- Your objective
The first line of the entries below, the line containing "count: isLong ?", and every line between them should be repeated exactly, and nothing else.

- Entries shown
━━━
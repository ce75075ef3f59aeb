import type { MotionEvent } from "@restband/solver";
import { useVirtualizer } from "@tanstack/react-virtual";
import { useRef, type ReactNode } from "react";
import { classNames } from "../../components/class-names.ts";
import { announce } from "../../components/status.tsx";
import { formatNumber } from "../../format/format-number.ts";
import { columnsOf, eventsCsv, type EventColumn } from "./event-columns.ts";
import { eventWords } from "./event-words.ts";
import type { RunView } from "./run-view.ts";

interface EventTableProps {
  view: RunView;
  /** The cursor's time: its row is marked, and a press on a row moves it there. */
  t: number;
  onMove: (t: number) => void;
}

const ROW = 34;
/** Up to here all rows are there; of longer lists only those in sight. */
const ALL_UP_TO = 200;

/** Every event of the run. It scrolls within itself. */
export function EventTable({ view, t, onMove }: EventTableProps) {
  const scroller = useRef<HTMLDivElement>(null);
  const { events } = view.result;
  const isLong = events.length > ALL_UP_TO;
  const rows = useVirtualizer({
    count: isLong ? events.length : 0,
    getScrollElement: () => scroller.current,
    estimateSize: () => ROW,
    overscan: 12,
  });
  const columns = columnsOf(view);
  const current = events.findIndex((event) => event.t === t);
  const row = (index: number, top?: number): ReactNode => (
    <EventRow
      key={index}
      event={events[index]}
      index={index}
      top={top}
      columns={columns}
      isCurrent={index === current}
      onMove={onMove}
    />
  );
  return (
    <div>
      <div
        ref={scroller}
        tabIndex={0}
        role="region"
        aria-label="Events"
        className="max-h-[352px] overflow-auto border-b border-edge"
      >
        <table className="grid w-full min-w-[640px]" aria-rowcount={events.length + 1}>
          <EventHead columns={columns} />
          {isLong ? (
            <tbody className="relative grid" style={{ height: rows.getTotalSize() }}>
              {rows.getVirtualItems().map(({ index, start }) => row(index, start))}
            </tbody>
          ) : (
            <tbody className="grid">{events.map((_, index) => row(index))}</tbody>
          )}
        </table>
      </div>
      <EventFoot view={view} />
    </div>
  );
}

function EventHead({ columns }: { columns: readonly EventColumn[] }) {
  return (
    <thead className="sticky top-0 z-10 grid bg-paper">
      <tr className={rowClass(columns.length)}>
        <th scope="col" className="pb-1 text-left text-13 font-semibold text-quiet">
          Event
        </th>
        {columns.map(({ head }) => (
          <th key={head} scope="col" className="pb-1 text-right text-13 font-semibold text-quiet">
            {head}
          </th>
        ))}
      </tr>
    </thead>
  );
}

const rowClass = (columns: number): string =>
  classNames(
    "grid items-center gap-x-4 border-b border-line px-1",
    columns === 5 ? "grid-cols-[1.3fr_repeat(5,1fr)]" : "grid-cols-[1.3fr_repeat(4,1fr)]",
  );

interface EventRowProps {
  event: MotionEvent;
  index: number;
  /** Where a row stands that is laid out by its place in a long list, px. */
  top: number | undefined;
  columns: readonly EventColumn[];
  isCurrent: boolean;
  onMove: (t: number) => void;
}

function EventRow({ event, index, top, columns, isCurrent, onMove }: EventRowProps) {
  return (
    <tr
      aria-rowindex={index + 2}
      aria-current={isCurrent || undefined}
      className={classNames(
        rowClass(columns.length),
        "text-15",
        top !== undefined && "absolute inset-x-0",
        isCurrent && "bg-tint",
      )}
      style={{ top, height: ROW }}
    >
      <th scope="row" className="truncate text-left font-normal">
        {/* No stop of the Tab key each: the cursor itself goes from event to event by the arrow keys. */}
        <button type="button" tabIndex={-1} className="hover:underline" onClick={() => onMove(event.t)}>
          {eventWords[event.kind]}
        </button>
        {isCurrent && <span className="ml-1.5 text-13 text-quiet">cursor is here</span>}
      </th>
      {columns.map(({ head, cell }) => (
        <td key={head} className="figures text-right">
          {cell(event, index)}
        </td>
      ))}
    </tr>
  );
}

function EventFoot({ view }: { view: RunView }) {
  const { events } = view.result;
  const copy = (): void =>
    void navigator.clipboard.writeText(eventsCsv(view)).then(
      () => announce(`${events.length} events copied.`),
      () => announce("The browser does not allow copying here."),
    );
  return (
    <p className="mt-2 text-13 text-quiet">
      {formatNumber(events.length, 7)} events ·{" "}
      <button type="button" className="link" onClick={copy}>
        copy as CSV
      </button>
    </p>
  );
}
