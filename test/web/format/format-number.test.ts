import { describe, expect, it } from "vitest";
import { formatExactly, formatFixed, formatNumber } from "../../../web/src/format/format-number.ts";
import { readInput, say, sayInput, sayShare } from "../../../web/src/format/format-quantity.ts";
import { unitByLabel, unitFor, unitsOf } from "../../../web/src/format/units.ts";
import { fromSi, toSi, type Measure } from "../../../web/src/format/unit.ts";

const length: Measure = { dimension: "displacement", motion: "linear" };

describe("numbers as people read them", () => {
  it.each([
    [0, "0"],
    [-0.5, "−0.5"],
    [9999, "9999"],
    [12345.6, "12\u202f346"],
    [0.07712, "0.0771"],
    [26.04, "26"],
    [0.99996, "1"],
    [3.2e-13, "3.2·10⁻¹³"],
    [-4.5e9, "−4.5·10⁹"],
  ])("%d to three digits", (value, text) => expect(formatNumber(value)).toBe(text));

  it("groups five digits and more, never four", () => {
    expect(formatExactly(1976.8)).toBe("1976.8");
    expect(formatExactly(200000)).toBe("200\u202f000");
    expect(formatExactly(1234567)).toBe("1\u202f234\u202f567");
  });

  it("keeps every digit of an input and drops the noise of conversion", () => {
    expect(formatExactly(0.1 + 0.2)).toBe("0.3");
    expect(formatExactly(0.123456789)).toBe("0.123456789");
  });

  it("keeps columns of equal width and never writes a negative zero", () => {
    expect(formatFixed(-0.00001, 3)).toBe("0.000");
    expect(formatFixed(-45.2849, 2)).toBe("−45.28");
  });
});

describe("units", () => {
  it.each([
    [0.0000741, "74.1\u00a0μm"],
    [0.0004312, "0.431\u00a0mm"],
    [0.01, "10\u00a0mm"],
    [1.48, "1.48\u00a0m"],
    [0, "0\u00a0mm"],
    [-0.0003, "−0.3\u00a0mm"],
  ])("%d m chooses a readable one", (value, text) => expect(say(value, length)).toBe(text));

  it.each<[number, Measure, string]>([
    [4e6, { dimension: "stiffness", motion: "linear" }, "4\u00a0N/μm"],
    [0.5, { dimension: "time", motion: "linear" }, "0.5\u00a0s"],
    [0.0132, { dimension: "time", motion: "linear" }, "13.2\u00a0ms"],
    [0.002, { dimension: "velocity", motion: "linear" }, "2\u00a0mm/s"],
    [2.5, { dimension: "force", motion: "angular" }, "2.5\u00a0N·m"],
    [0.02, { dimension: "displacement", motion: "angular" }, "20\u00a0mrad"],
    [30, { dimension: "angle", motion: "linear" }, "30°"],
    [0.15, { dimension: "none", motion: "linear" }, "0.15"],
  ])("%d of %o", (value, measure, text) => expect(sayInput(value, measure)).toBe(text));

  it("shows all digits in SI beside what is shown", () => {
    expect(readInput(0.002, { dimension: "velocity", motion: "linear" }).full).toBe("0.002\u00a0m/s");
  });

  it("goes there and back for every unit of every dimension", () => {
    for (const dimension of ["displacement", "velocity", "stiffness", "force", "frequency", "inertia", "time"] as const)
      for (const motion of ["linear", "angular"] as const)
        for (const unit of unitsOf({ dimension, motion }))
          expect(fromSi(toSi(1.2345, unit), unit)).toBeCloseTo(1.2345, 13);
  });

  it("forgets a unit that the kind of body does not have", () => {
    expect(unitByLabel({ dimension: "displacement", motion: "angular" }, "mm")).toBeUndefined();
    expect(unitFor(0, { dimension: "displacement", motion: "angular" }).label).toBe("rad");
  });

  it("writes shares as percentages", () => expect(sayShare(0.3962)).toBe("39.6\u00a0%"));
});
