import { createHash } from "node:crypto";
import type { Request, RequestHandler } from "express";
import { RateLimiterMySQL, RateLimiterRes } from "rate-limiter-flexible";
import type { Allowance, Config } from "../config.ts";
import { type Database, databaseNameOf } from "../database/database.ts";
import { Refusal } from "../errors.ts";

export type Throttle = ReturnType<typeof createThrottle>;

/**
 * Counts attempts in the database, so that several server processes count together. Keys are digests: the table holds
 * neither mail addresses nor addresses of origin.
 */
export function createThrottle(database: Database, config: Config) {
  const limiter = (name: string, { attempts, seconds }: Allowance) =>
    new RateLimiterMySQL({
      storeClient: database,
      storeType: "knex",
      dbName: databaseNameOf(config.databaseUrl),
      tableName: "throttles",
      tableCreated: true,
      keyPrefix: name,
      points: attempts,
      duration: seconds,
    });
  const byAccount = limiter("account", config.throttle.account);
  const byOrigin = limiter("origin", config.throttle.origin);

  return {
    /** Counts an attempt from the request's address of origin; too many are refused with the wait. */
    countOrigin: (async (request, _response, next) => {
      await count(byOrigin, originOf(request));
      next();
    }) satisfies RequestHandler,

    /** Counts an attempt to sign in to an account, before anything is compared, so that parallel tries count as well. */
    countAccount: (email: string) => count(byAccount, email),

    /** A right password clears what was counted against the account and takes back what its origin was charged. */
    async forgive(email: string, request: Request): Promise<void> {
      await byAccount.delete(keyOf(email));
      await byOrigin.reward(keyOf(originOf(request)), 1);
    },
  };
}

async function count(limiter: RateLimiterMySQL, value: string): Promise<void> {
  try {
    await limiter.consume(keyOf(value));
  } catch (reason) {
    if (!(reason instanceof RateLimiterRes)) throw reason;
    throw tooMany(Math.ceil(reason.msBeforeNext / 1000));
  }
}

function tooMany(seconds: number): Refusal {
  const wait = seconds < 60 ? `${seconds} s` : `${Math.ceil(seconds / 60)} min`;
  return new Refusal(
    429,
    "too-many-attempts",
    `Too many attempts. Wait ${wait}; the right password works again then.`,
    {
      retryAfterSeconds: seconds,
    },
  );
}

function keyOf(value: string): string {
  return createHash("sha256").update(value).digest("hex");
}

/** The address itself, of IPv6 its first half: one customer commonly holds all of the rest. */
function originOf(request: Request): string {
  const address = request.ip ?? "unknown";
  return address.includes(":") && !address.includes(".") ? address.split(":").slice(0, 4).join(":") : address;
}
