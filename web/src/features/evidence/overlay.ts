import type { Samples } from "@restband/solver";
import { instantAt, type Instant } from "../../compute/instant.ts";

/** A motion drawn beside the run, for comparison: told by its samples, whatever it comes from. */
export interface Overlay {
  readonly key: string;
  /** What it is called at its line and beside its values. */
  readonly label: string;
  readonly samples: Samples;
}

/** The other motion at an instant; null beyond its end. */
export function overlayAt({ samples }: Overlay, t: number): Instant | null {
  const { t: times } = samples;
  return times.length > 0 && t >= times[0] && t <= times[times.length - 1] ? instantAt(samples, t) : null;
}
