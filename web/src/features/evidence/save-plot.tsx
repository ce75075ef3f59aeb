import { savePlot, type PlotSheet } from "../../components/plot-image.ts";
import type { PlotTheme } from "../../components/plot-theme.ts";
import { announce } from "../../components/status.tsx";

interface SavePlotProps {
  /** What the plot is called, for those who hear the links alone. */
  name: string;
  sheet: () => PlotSheet;
  theme: PlotTheme;
}

/** The plot above as a file. */
export function SavePlot({ name, sheet, theme }: SavePlotProps) {
  const save = (format: "png" | "svg"): void =>
    void savePlot(sheet(), format, theme).catch(() => announce("The plot could not be drawn as a file."));
  return (
    <span className="text-13 font-normal text-quiet">
      save as{" "}
      <button type="button" className="link hit" aria-label={`Save ${name} as PNG`} onClick={() => save("png")}>
        PNG
      </button>{" "}
      ·{" "}
      <button type="button" className="link hit" aria-label={`Save ${name} as SVG`} onClick={() => save("svg")}>
        SVG
      </button>
    </span>
  );
}
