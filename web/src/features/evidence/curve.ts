import type { Samples } from "@restband/solver";
import { ahead } from "../../compute/instant.ts";
import { roughlyFromSi, type Unit } from "../../format/unit.ts";

/** A curve as two lines, sliding and stuck, each broken (NaN) where the other goes on. Values in `unit`; along in s, or in the unit of what it is drawn over. */
export interface Curve {
  readonly slip: Line;
  readonly stick: Line;
}

export interface Line {
  readonly x: Float64Array;
  readonly y: Float64Array;
}

type Channel = "x" | "v" | "a" | "f";

/** x and v are continuous; a and f may jump at an event, where both sides are drawn. */
const jumps: Record<Channel, boolean> = { x: false, v: false, a: true, f: true };

/**
 * The samples at `indices` as a curve. `isDense`: too many events to tell stretches apart; everything is then one line.
 * `across`: what it is drawn over instead of time, a value to each sample.
 */
export function curveOf(
  samples: Samples,
  channel: Channel,
  indices: Int32Array,
  unit: Unit,
  isDense: boolean,
  across?: { values: Float64Array; unit: Unit },
): Curve {
  const pens = { slip: new Pen(unit), stick: new Pen(unit) };
  const { phase } = samples;
  const along = (i: number): number => (across ? roughlyFromSi(across.values[i], across.unit) : samples.t[i]);
  const values = samples[channel];
  const penAt = (i: number): Pen => (isDense || phase[i] !== 0 ? pens.slip : pens.stick);
  let pen: Pen | null = null;
  for (let k = 0; k < indices.length; k++) {
    const i = indices[k];
    const next = penAt(i);
    const isEvent = k > 0 && i > 0 && phase[i - 1] !== phase[i] && !isDense;
    if (isEvent && pen) meet(pen, next, pens.slip, along(i), leftOf(samples, channel, i), values[i]);
    else next.add(along(i), values[i]);
    pen = next;
  }
  return { slip: pens.slip.line(), stick: pens.stick.line() };
}

/** The value just before the event at sample i. */
function leftOf(samples: Samples, channel: Channel, i: number): number {
  const values = samples[channel];
  return jumps[channel] ? ahead(samples.t, values, samples.phase, i - 1, samples.t[i]) : values[i];
}

/** One stretch ends and the next begins; the jump between them, if any, is drawn as sliding. */
function meet(before: Pen, after: Pen, sliding: Pen, along: number, left: number, right: number): void {
  before.add(along, left);
  if (before === sliding) before.add(along, right);
  if (before === after) return;
  before.lift();
  if (after === sliding) after.add(along, left);
  after.add(along, right);
}

/** Collects the points of a line. */
class Pen {
  private readonly x: number[] = [];
  private readonly y: number[] = [];
  private readonly unit: Unit;

  constructor(unit: Unit) {
    this.unit = unit;
  }

  add(along: number, value: number): void {
    this.x.push(along);
    this.y.push(roughlyFromSi(value, this.unit));
  }

  lift(): void {
    this.x.push(NaN);
    this.y.push(NaN);
  }

  line(): Line {
    return { x: Float64Array.from(this.x), y: Float64Array.from(this.y) };
  }
}
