import { useState } from "react";
import { Button } from "../../components/button.tsx";
import { Checkbox } from "../../components/choices.tsx";
import { Dialog } from "../../components/dialog.tsx";
import { fileNameOf, saveFile } from "../../components/save-file.ts";
import { PlainSelect } from "../../components/select.tsx";
import { formatNumber } from "../../format/format-number.ts";
import type { RunView } from "./run-view.ts";
import { sampleColumns, samplesCsv, type SampleColumn } from "./samples-csv.ts";

interface SamplesDialogProps {
  view: RunView;
  onClose: () => void;
}

/** Which columns of the samples are saved, and in what units. */
export function SamplesDialog({ view, onClose }: SamplesDialogProps) {
  const { scenario, samples } = view;
  const columns = sampleColumns(samples, scenario);
  const [left, setLeft] = useState<readonly string[]>([]);
  const [units, setUnits] = useState<Readonly<Record<string, string>>>({});
  const unitOf = ({ channel, units: known, usual }: SampleColumn) =>
    known.find(({ label }) => label === units[channel]) ?? usual;
  const chosen = columns.filter(({ channel }) => !left.includes(channel));
  const toggle = (channel: string): void =>
    setLeft(left.includes(channel) ? left.filter((each) => each !== channel) : [...left, channel]);
  const save = (): void => {
    const text = samplesCsv(
      samples,
      chosen.map((column) => ({ column, unit: unitOf(column) })),
    );
    saveFile(fileNameOf(`${scenario.title} samples`, "csv"), "text/csv", text);
    onClose();
  };
  return (
    <Dialog isOpen title="Samples as CSV" onClose={onClose}>
      <p className="mb-4 text-13 text-quiet">{formatNumber(samples.t.length, 7)} rows, one to each sample and event.</p>
      <ul className="mb-5 flex flex-col gap-2">
        {columns.map((column) => (
          <li key={column.channel} className="flex items-center justify-between gap-4">
            <Checkbox
              label={column.name}
              checked={!left.includes(column.channel)}
              onChange={() => toggle(column.channel)}
            />
            {column.units.length > 1 && (
              <PlainSelect
                isQuiet
                aria-label={`Unit of ${column.name}`}
                choices={column.units.map(({ label }) => ({ value: label, label }))}
                value={unitOf(column).label}
                onChange={(event) => setUnits({ ...units, [column.channel]: event.target.value })}
              />
            )}
          </li>
        ))}
      </ul>
      <Button kind="primary" className="self-start" disabled={chosen.length === 0} onClick={save}>
        Save
      </Button>
    </Dialog>
  );
}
━━━
- Task solution
repository ce75075ef3f59aeb
import type { MotionEvent } from "@restband/solver";
import { useVirtualizer } from "@tanstack/react-virtual";
import { useRef, type ReactNode } from "react";
import { classNames } from "../../components/class-names.ts";
import { announce } from "../../components/status.tsx";
import { formatNumber } from "../../format/format-number.ts";
import { columnsOf, eventsCsv, type EventColumn } from "./event-columns.ts";
import { eventWords } from "./event-words.ts";
import type { RunView } from "./run-view.ts";

interface EventTableProps {
  view: RunView;
  /** The cursor's time: its row is marked, and a press on a row moves it there. */
  t: number;
  onMove: (t: number) => void;
}

const ROW = 34;
/** Up to here all rows are there; of longer lists only those in sight. */
const ALL_UP_TO = 200;

/** Every event of the run. It scrolls within itself. */
export function EventTable({ view, t, onMove }: EventTableProps) {
  const scroller = useRef<HTMLDivElement>(null);
  const { events } = view.result;
  const isLong = events.length > ALL_UP_TO;
  const rows = useVirtualizer({
    count: isLong ? events.length : 0,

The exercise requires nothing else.